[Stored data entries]
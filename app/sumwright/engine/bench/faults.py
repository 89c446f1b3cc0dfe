"""What can be wrong with a board: one entry a fault, and how to wire a board that has it.

A `Fault` says where it can sit and what it does to the wiring of one board of a
batch. One more fault is one more entry in `FAULTS`; nothing else needs to know.
A fault can look different from case to case (an op amp that is dead may hold any
output): each such way is wired and the readings weigh them.

How often each kind happens beside the others (`odds`) is common practice, not a
measured figure: leave-outs and wrong values lead, dead parts are rare.
"""

from __future__ import annotations

from collections.abc import Callable, Iterator
from dataclasses import dataclass
from typing import NamedTuple

import numpy as np

from ..stage import OUTPUT, REFERENCE, cell_name
from .board import EITHER, MINUS, PLUS, Bench, Boards

HEALTHY = "none"
HEALTHY_ODDS = 0.85  # share of boards with nothing wrong; the faults share the rest
DECADE_SHARE = 0.3  # of wrong values: how many are the right figures in a wrong decade
OPEN = np.inf
FIRM = 20.0  # ohm: a source with less in series feels the ohm of a bridge
BALANCED = 1e-6  # an op amp whose offset and bias current happen to cancel

Edit = Callable[[Boards, int, float], None]


class Values(NamedTuple):
    """A quantity [ohm] the fault leaves unknown: spans, each even in its logarithm, and single likely values."""

    spans: tuple[tuple[float, float, float], ...]  # from, to, share
    likely: tuple[float, ...] = ()
    likely_share: float = 0.0
    told: bool = True  # whether the estimate says anything to a person


class Way(NamedTuple):
    """One wiring of the fault; `edit(boards, row, value)` puts it on one board of a batch."""

    edit: Edit
    share: float = 1.0
    values: Values | None = None


class Place(NamedTuple):
    """Where the fault can sit: the contract's `part`, and the ways it can show there."""

    part: str
    ways: tuple[Way, ...]
    nominal: float | None = None  # ohm that should be there, where the fault changes one resistor


@dataclass(frozen=True)
class Fault:
    """One entry of the list. `says` has {part}, {estimate} and {nominal} filled in."""

    name: str
    odds: float
    places: Callable[[Bench], Iterator[Place]]
    says: str
    parts_it: str = ""  # the measurement, power off or on, that tells it from its look-alikes
    unit: str = "Ω"  # of the estimate, where it has one


def _cells(bench):
    return ((k, cell_name(k)) for k in range(bench.cell_count))


def _by_source(bench):
    """Legs grouped by their source: the reference may feed one leg of each cell."""
    groups: dict[str, list[int]] = {}
    for i, leg in enumerate(bench.legs):
        groups.setdefault(leg.source, []).append(i)
    return groups.items()


def _set(name, at, value=None):
    """An edit that writes `value`, or the unknown one, into `boards.name[row, *at]`."""

    def edit(boards, row, unknown):
        getattr(boards, name)[(row, *at)] = unknown if value is None else value

    return edit


def _both(*edits):
    def edit(boards, row, unknown):
        for e in edits:
            e(boards, row, unknown)

    return edit


def _wrong_values(bench, nominal):
    """Mostly another value within a decade, or the right figures in a wrong decade; but not what the tolerance allows."""
    near = max(2.0 * bench.design.resistor.tolerance, 0.004)
    return Values(
        (
            (nominal * 1e-3, nominal * 0.1, 0.1),
            (nominal * 0.1, nominal * (1 - near), 0.4),
            (nominal * (1 + near), nominal * 10, 0.4),
            (nominal * 10, nominal * 1e3, 0.1),
        ),
        tuple(nominal * d for d in (0.01, 0.1, 10.0, 100.0)),
        DECADE_SHARE,
    )


def _leg_open(bench):
    for source, legs in _by_source(bench):
        yield Place(source, tuple(Way(_set("leg_ohm", (i,), OPEN), 1 / len(legs)) for i in legs), _first(bench, legs))


def _first(bench, legs):
    return bench.legs[legs[0]].resistance


def _tipping(bench, cell, edit, share=1.0):
    """Ways of an amplifier left without a loop: with no drive its own offset tips it, either way, unless trimmed out."""
    amp = bench.design.op_amp
    volts = 3.0 * max(amp.offset_voltage, 20.0 / amp.open_loop_gain)
    yield Way(edit, 0.3 * share)
    yield Way(_both(edit, _set("unrest", (), BALANCED)), 0.2 * share)
    for side in (1.0, -1.0):
        yield Way(_both(edit, _set("nudge", (cell,), side * volts)), 0.25 * share)


def _leg_shorted(bench):
    """A bridge has a fraction of an ohm, which matters only where nothing else is in the way."""
    bridge = Values(((0.02, 5.0, 1.0),), told=False)
    for source, legs in _by_source(bench):
        legs = [i for i in legs if bench.legs[i].resistance > 0]
        ways = []
        for i in legs:
            edit, leg = _set("leg_ohm", (i,), 0.0), bench.legs[i]
            share = 1 / len(legs)
            ways += _tipping(bench, leg.cell, edit, share) if leg.node == MINUS else [Way(edit, share)]
            if _series(bench, i) < FIRM:
                ways.append(Way(_set("leg_ohm", (i,)), share, bridge))
        if ways:
            yield Place(source, tuple(ways), _first(bench, legs))


def _leg_wrong_value(bench):
    for source, legs in _by_source(bench):
        legs = [i for i in legs if bench.legs[i].resistance > 0]
        ways = tuple(
            Way(_set("leg_ohm", (i,)), 1 / len(legs), _wrong_values(bench, bench.legs[i].resistance)) for i in legs
        )
        if ways:
            yield Place(source, ways, _first(bench, legs))


def _wrong_input(bench):
    for source, legs in _by_source(bench):
        yield Place(
            source, tuple(Way(_set("leg_node", (i,), PLUS + MINUS - bench.legs[i].node), 1 / len(legs)) for i in legs)
        )


def _source_resistance_high(bench):
    n = bench.signal_count
    for source, legs in _by_source(bench):
        at = bench.names.index(source) if source in bench.names else n if source == REFERENCE else None
        if at is None:
            continue
        have, leg = float(bench.healthy.series_ohm[0, at]), _first(bench, legs)
        least = have + max(2.0 * bench.design.resistor.tolerance, 0.004) * max(leg, have, 1.0)
        yield Place(
            source, (Way(_set("series_ohm", (at,)), 1.0, Values(((least, 1e3 * max(leg, have, 1.0), 1.0),))),), have
        )


def _legs_swapped(bench):
    """Two resistors in each other's place, or two connections; on one node the two are nearly the same."""
    order = sorted(range(len(bench.legs)), key=lambda i: int(bench.healthy.leg_source[0, i]))
    for a, first in enumerate(order):
        for second in order[a + 1 :]:
            p, q = bench.legs[first], bench.legs[second]
            if p.source == q.source:
                continue
            same_node = (p.cell, p.node) == (q.cell, q.node)
            ways = []
            if p.resistance != q.resistance:
                ways.append(_both(_set("leg_ohm", (first,), q.resistance), _set("leg_ohm", (second,), p.resistance)))
            src = bench.healthy.leg_source[0]
            back = _feeds(bench, p, q) or _feeds(bench, q, p)
            if not back and (
                not same_node or (p.resistance != q.resistance and _series(bench, first) != _series(bench, second))
            ):
                ways.append(_both(_set("leg_source", (first,), src[second]), _set("leg_source", (second,), src[first])))
            if ways:
                yield Place(f"{p.source}, {q.source}", tuple(Way(w, 1 / len(ways)) for w in ways))


def _series(bench, i):
    at = int(bench.healthy.leg_source[0, i])
    return float(bench.healthy.series_ohm[0, at]) if at <= bench.signal_count else 0.0


def _feeds(bench, p, q):
    """Whether exchanging would send an output into an earlier cell, or its own where that is no feedback."""
    if not p.source.startswith("cell ") or p.source in bench.names:
        return False
    cell = int(p.source[5:]) - 1
    return cell > q.cell or (cell == q.cell and q.node != MINUS)


def _feedback_open(bench):
    for k, part in _cells(bench):
        if np.isfinite(bench.healthy.feedback_ohm[0, k]):
            yield Place(part, tuple(_tipping(bench, k, _set("feedback_ohm", (k,), OPEN))))


def _feedback_shorted(bench):
    for k, part in _cells(bench):
        if bench.healthy.feedback_ohm[0, k] > 0:
            yield Place(part, (Way(_set("feedback_ohm", (k,), 0.0)),))


def _feedback_wrong(bench):
    for k, part in _cells(bench):
        nominal = float(bench.healthy.feedback_ohm[0, k])
        if 0 < nominal < np.inf:
            yield Place(part, (Way(_set("feedback_ohm", (k,)), 1.0, _wrong_values(bench, nominal)),), nominal)


def _minus_ground_missing(bench):
    for k, part in _cells(bench):
        if np.isfinite(bench.healthy.ground_ohm[0, k, MINUS]):
            yield Place(part, (Way(_set("ground_ohm", (k, MINUS), OPEN)),))


def _plus_ground_missing(bench):
    """A + node that nothing else holds floats: to either rail, or with the other input."""
    h = bench.healthy
    for k, part in _cells(bench):
        if not np.isfinite(h.ground_ohm[0, k, PLUS]):
            continue
        lift = _set("ground_ohm", (k, PLUS), OPEN)
        if any(leg.cell == k and leg.node == PLUS for leg in bench.legs):
            yield Place(part, (Way(lift),))
        else:
            ways = [Way(_both(lift, _set("drift", (k,), amps)), 0.25) for amps in (-1e-4, 1e-4)]
            yield Place(part, (*ways, Way(lift, 0.25), Way(_both(lift, _set("unrest", (), BALANCED)), 0.25)))


def _inputs_swapped(bench):
    """Positive feedback: the output latches at a rail, whichever it met first, or now this one and now that."""
    for k, part in _cells(bench):
        flip = _set("swapped", (k,), True)
        yield Place(part, tuple(Way(_both(flip, _set("latch", (), came))) for came in (-1.0, 0.0, 1.0, EITHER)))


def _op_amp_dead(bench):
    """Stuck firmly, loosely or through some resistance where dead outputs are found, or not driven at all."""
    supply, amp = bench.design.supply, bench.design.op_amp
    middle = 0.5 * (supply.high + supply.low)
    rest = [(0.0, 0.001, 2), (0.0, 0.2, 1)]
    if middle:
        rest += [(middle, 0.001, 1), (middle, 0.2, 1)]
    for rail, dropout in ((supply.high, amp.dropout_high), (supply.low, -amp.dropout_low)):
        rest += [(rail, np.hypot(0.02, supply.tolerance * rail / np.sqrt(3)), 0.5), (rail - dropout, 0.3, 1)]
    weak = Values(((5.0, 5e3, 1.0),), (amp.output_resistance,) if amp.output_resistance > 0 else (), 0.3, told=False)
    for k, part in _cells(bench):
        ways = [
            Way(_both(_set("stuck", (k,), volts), _set("stuck_spread", (k,), spread)), share)
            for volts, spread, share in rest
        ]
        behind = Way(_both(_set("stuck", (k,), 0.0), _set("stuck_ohm", (k,))), 1.0, weak)
        yield Place(part, (*ways, behind, Way(_set("undriven", (k,), True), 1.5)))


def _reference_missing(bench):
    legs = [i for i, leg in enumerate(bench.legs) if leg.source == REFERENCE]
    if legs:
        opened = _both(*(_set("leg_ohm", (i,), OPEN) for i in legs))
        yield Place(REFERENCE, (Way(opened, 0.5), Way(_set("reference_volts", (), 0.0), 0.5)))


def _reference_wrong(bench):
    """Another voltage of the same sign, from a twentieth to two and a half times."""
    reference = bench.design.reference
    if reference is None or not reference.voltage or not any(leg.source == REFERENCE for leg in bench.legs):
        return

    def edit(boards, row, volts):
        boards.reference_volts[row] = np.copysign(volts, reference.voltage)

    size, near = abs(reference.voltage), max(2.0 * reference.tolerance, 0.004)
    spans = ((0.05 * size, (1 - near) * size, 0.5), ((1 + near) * size, 2.5 * size, 0.5))
    yield Place(REFERENCE, (Way(edit, 1.0, Values(spans)),), reference.voltage)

WHAT IS EXPECTED
Would you filter the records and copy out each line containing "order"?

ANSWER FOR THE TASK
    order = sorted(range(len(bench.legs)), key=lambda i: int(bench.healthy.leg_source[0, i]))
    for a, first in enumerate(order):
        for second in order[a + 1 :]:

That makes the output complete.